**DATA FOR THIS TASK:**
+++++

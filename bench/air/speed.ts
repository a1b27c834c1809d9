import * as mathjs from 'mathjs';
import type { AirProfile, Fill, FillEvent, FillSetup } from '../../app/air/contract';
import { type Coach, chuckSideC, drawCoach } from './coach';
import { roundsByCrew } from './crew-round';
import { quantile } from './figures';
import { flowThrough, inSeries } from './flow';
import { Solver } from './odex';
import type { Options } from './options';
import { readClock, startClock } from './stopwatch';

/** Fills timed, from this many coaches, one round each. */
const TIMED_COACHES = 6;
/** Tolerance of the reference integrations, relative: finer than any gauge by far. */
const TOLERANCE = 1e-6;
const REPEATS = 5;

interface Recorded {
  coach: Coach;
  tire: number;
  setup: FillSetup;
  events: FillEvent[];
  seconds: number;
}

/**
 * Milliseconds of the engine, and the same fill integrated for one single coach, without governor
 * or doubt, by two general libraries in the same run.
 */
export async function printSpeed(options: Options): Promise<void> {
  const { createFill } = await import('../../app/air/index');
  const recorded: Recorded[] = [];
  const ms: number[] = [];
  for (let id = options.from; id < options.from + TIMED_COACHES; id++) {
    const outcomes = roundsByCrew(id, {
      habits: options.habits,
      rounds: 1,
      createFill: (setup) => recording(createFill(setup), id, setup, recorded),
    });
    for (const outcome of outcomes) ms.push(...outcome.adviseMs);
  }
  printAdvice(ms);
  const longest = recorded.reduce((a, b) => (b.seconds > a.seconds ? b : a));
  printReplay(longest, (setup) => createFill(setup));
}

function recording(fill: Fill, id: number, setup: FillSetup, into: Recorded[]): Fill {
  const own: Recorded = {
    coach: drawCoach(id),
    tire: into.length % 4,
    setup,
    events: [],
    seconds: 0,
  };
  into.push(own);
  return {
    apply: (event) => {
      own.events.push(event);
      fill.apply(event);
    },
    advise: (at) => {
      own.seconds = at;
      return fill.advise(at);
    },
    profile: (): AirProfile => fill.profile(),
    supplyAt: (at) => fill.supplyAt(at),
  };
}

function printAdvice(ms: number[]): void {
  const [half, most, nearly] = [0.5, 0.9, 0.99].map((share) => quantile(ms, share).toFixed(2));
  console.log(`advise, ${ms.length} calls: median ${half}, p90 ${most}, p99 ${nearly} ms (goal 4)`);
}

function printReplay(fill: Recorded, createFill: (setup: FillSetup) => Fill): void {
  const engine = best(() => {
    const replayed = createFill(fill.setup);
    for (const event of fill.events) replayed.apply(event);
    replayed.advise(fill.seconds);
  });
  const byOdex = best(() => integrateByOdex(fill));
  const byMathjs = best(() => integrateByMathjs(fill));
  const name = `${fill.seconds.toFixed(0)} s with ${fill.events.length} events`;
  console.log(`one fill of ${name}, whole ensemble, replayed: ${engine.toFixed(1)} ms`);
  console.log(
    `the same by odex, one coach: ${byOdex.toFixed(2)} ms, ratio ${(engine / byOdex).toFixed(1)}`,
  );
  console.log(
    `by mathjs, one coach: ${byMathjs.toFixed(2)} ms, ratio ${(engine / byMathjs).toFixed(1)}`,
  );
}

function best(run: () => void): number {
  let least = Number.POSITIVE_INFINITY;
  for (let i = 0; i < REPEATS; i++) {
    const clock = startClock();
    run();
    least = Math.min(least, readClock(clock));
  }
  return least;
}

/** Supply that rises under a loaded compressor while it fills the tire: absolute kPa, both. */
function slopes({ coach, tire }: Recorded): (supply: number, inside: number) => [number, number] {
  const plan = coach.tires[tire]!;
  const c = inSeries(coach.hoseToGaugeC, chuckSideC(coach, plan));
  const tanksL = coach.supplyL + coach.serviceL;
  return (supply, inside) => {
    const flow = flowThrough(supply, inside, c, coach.criticalRatio);
    return [(100 * coach.fastDelivery - flow) / tanksL, flow / plan.volumeL];
  };
}

function startOf({ coach, tire }: Recorded): [number, number] {
  const { startKpa } = coach.tires[tire]!;
  return [coach.cutInKpa + coach.atmosphereKpa, startKpa + coach.atmosphereKpa];
}

function integrateByOdex(fill: Recorded): number[] {
  const slope = slopes(fill);
  const solver = new Solver(2);
  solver.relativeTolerance = TOLERANCE;
  solver.absoluteTolerance = TOLERANCE;
  const f = (_t: number, [supply, inside]: number[]) => slope(supply!, inside!);
  return solver.solve(f, 0, startOf(fill), fill.seconds).y;
}

/** The library's own types leave this function out. */
const { solveODE } = mathjs as unknown as {
  solveODE(
    f: (t: number, y: number[]) => number[],
    span: number[],
    y0: number[],
    options: { tol: number },
  ): { y: number[][] };
};

function integrateByMathjs(fill: Recorded): number[] {
  const slope = slopes(fill);
  const f = (_t: number, y: number[]) => slope(y[0]!, y[1]!);
  const { y } = solveODE(f, [0, fill.seconds], startOf(fill), { tol: TOLERANCE });
  return y[y.length - 1]!;
}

+++++

**WORK REQUIRED:** Write the records out once more. Each line must match.

**EXPECTED ANSWER:**
filename bench/air/speed.ts
repository a1b27c834c1809d9
import * as mathjs from 'mathjs';
import type { AirProfile, Fill, FillEvent, FillSetup } from '../../app/air/contract';
import { type Coach, chuckSideC, drawCoach } from './coach';
import { roundsByCrew } from './crew-round';
import { quantile } from './figures';
import { flowThrough, inSeries } from './flow';
import { Solver } from './odex';
import type { Options } from './options';
import { readClock, startClock } from './stopwatch';

/** Fills timed, from this many coaches, one round each. */
const TIMED_COACHES = 6;
/** Tolerance of the reference integrations, relative: finer than any gauge by far. */
const TOLERANCE = 1e-6;
const REPEATS = 5;

interface Recorded {
  coach: Coach;
  tire: number;
  setup: FillSetup;
  events: FillEvent[];
  seconds: number;
}

/**
 * Milliseconds of the engine, and the same fill integrated for one single coach, without governor
 * or doubt, by two general libraries in the same run.
 */
export async function printSpeed(options: Options): Promise<void> {
  const { createFill } = await import('../../app/air/index');
  const recorded: Recorded[] = [];
  const ms: number[] = [];
  for (let id = options.from; id < options.from + TIMED_COACHES; id++) {
    const outcomes = roundsByCrew(id, {
      habits: options.habits,
      rounds: 1,
      createFill: (setup) => recording(createFill(setup), id, setup, recorded),
    });
    for (const outcome of outcomes) ms.push(...outcome.adviseMs);
  }
  printAdvice(ms);
  const longest = recorded.reduce((a, b) => (b.seconds > a.seconds ? b : a));
  printReplay(longest, (setup) => createFill(setup));
}

function recording(fill: Fill, id: number, setup: FillSetup, into: Recorded[]): Fill {
  const own: Recorded = {
    coach: drawCoach(id),
    tire: into.length % 4,
    setup,
    events: [],
    seconds: 0,
  };
  into.push(own);
  return {
    apply: (event) => {
      own.events.push(event);
      fill.apply(event);
    },
    advise: (at) => {
      own.seconds = at;
      return fill.advise(at);
    },
    profile: (): AirProfile => fill.profile(),
    supplyAt: (at) => fill.supplyAt(at),
  };
}

function printAdvice(ms: number[]): void {
  const [half, most, nearly] = [0.5, 0.9, 0.99].map((share) => quantile(ms, share).toFixed(2));
  console.log(`advise, ${ms.length} calls: median ${half}, p90 ${most}, p99 ${nearly} ms (goal 4)`);
}

function printReplay(fill: Recorded, createFill: (setup: FillSetup) => Fill): void {
  const engine = best(() => {
    const replayed = createFill(fill.setup);
    for (const event of fill.events) replayed.apply(event);
    replayed.advise(fill.seconds);
  });
  const byOdex = best(() => integrateByOdex(fill));
  const byMathjs = best(() => integrateByMathjs(fill));
  const name = `${fill.seconds.toFixed(0)} s with ${fill.events.length} events`;
  console.log(`one fill of ${name}, whole ensemble, replayed: ${engine.toFixed(1)} ms`);
  console.log(
    `the same by odex, one coach: ${byOdex.toFixed(2)} ms, ratio ${(engine / byOdex).toFixed(1)}`,
  );
  console.log(
    `by mathjs, one coach: ${byMathjs.toFixed(2)} ms, ratio ${(engine / byMathjs).toFixed(1)}`,
  );
}

function best(run: () => void): number {
  let least = Number.POSITIVE_INFINITY;
  for (let i = 0; i < REPEATS; i++) {
    const clock = startClock();
    run();
    least = Math.min(least, readClock(clock));
  }
  return least;
}

/** Supply that rises under a loaded compressor while it fills the tire: absolute kPa, both. */
function slopes({ coach, tire }: Recorded): (supply: number, inside: number) => [number, number] {
  const plan = coach.tires[tire]!;
  const c = inSeries(coach.hoseToGaugeC, chuckSideC(coach, plan));
  const tanksL = coach.supplyL + coach.serviceL;
  return (supply, inside) => {
    const flow = flowThrough(supply, inside, c, coach.criticalRatio);
    return [(100 * coach.fastDelivery - flow) / tanksL, flow / plan.volumeL];
  };
}

function startOf({ coach, tire }: Recorded): [number, number] {
  const { startKpa } = coach.tires[tire]!;
  return [coach.cutInKpa + coach.atmosphereKpa, startKpa + coach.atmosphereKpa];
}

function integrateByOdex(fill: Recorded): number[] {
  const slope = slopes(fill);
  const solver = new Solver(2);
  solver.relativeTolerance = TOLERANCE;
  solver.absoluteTolerance = TOLERANCE;
  const f = (_t: number, [supply, inside]: number[]) => slope(supply!, inside!);
  return solver.solve(f, 0, startOf(fill), fill.seconds).y;
}

/** The library's own types leave this function out. */
const { solveODE } = mathjs as unknown as {
  solveODE(
    f: (t: number, y: number[]) => number[],
    span: number[],
    y0: number[],
    options: { tol: number },
  ): { y: number[][] };
};

function integrateByMathjs(fill: Recorded): number[] {
  const slope = slopes(fill);
  const f = (_t: number, y: number[]) => slope(y[0]!, y[1]!);
  const { y } = solveODE(f, [0, fill.seconds], startOf(fill), { tol: TOLERANCE });
  return y[y.length - 1]!;
}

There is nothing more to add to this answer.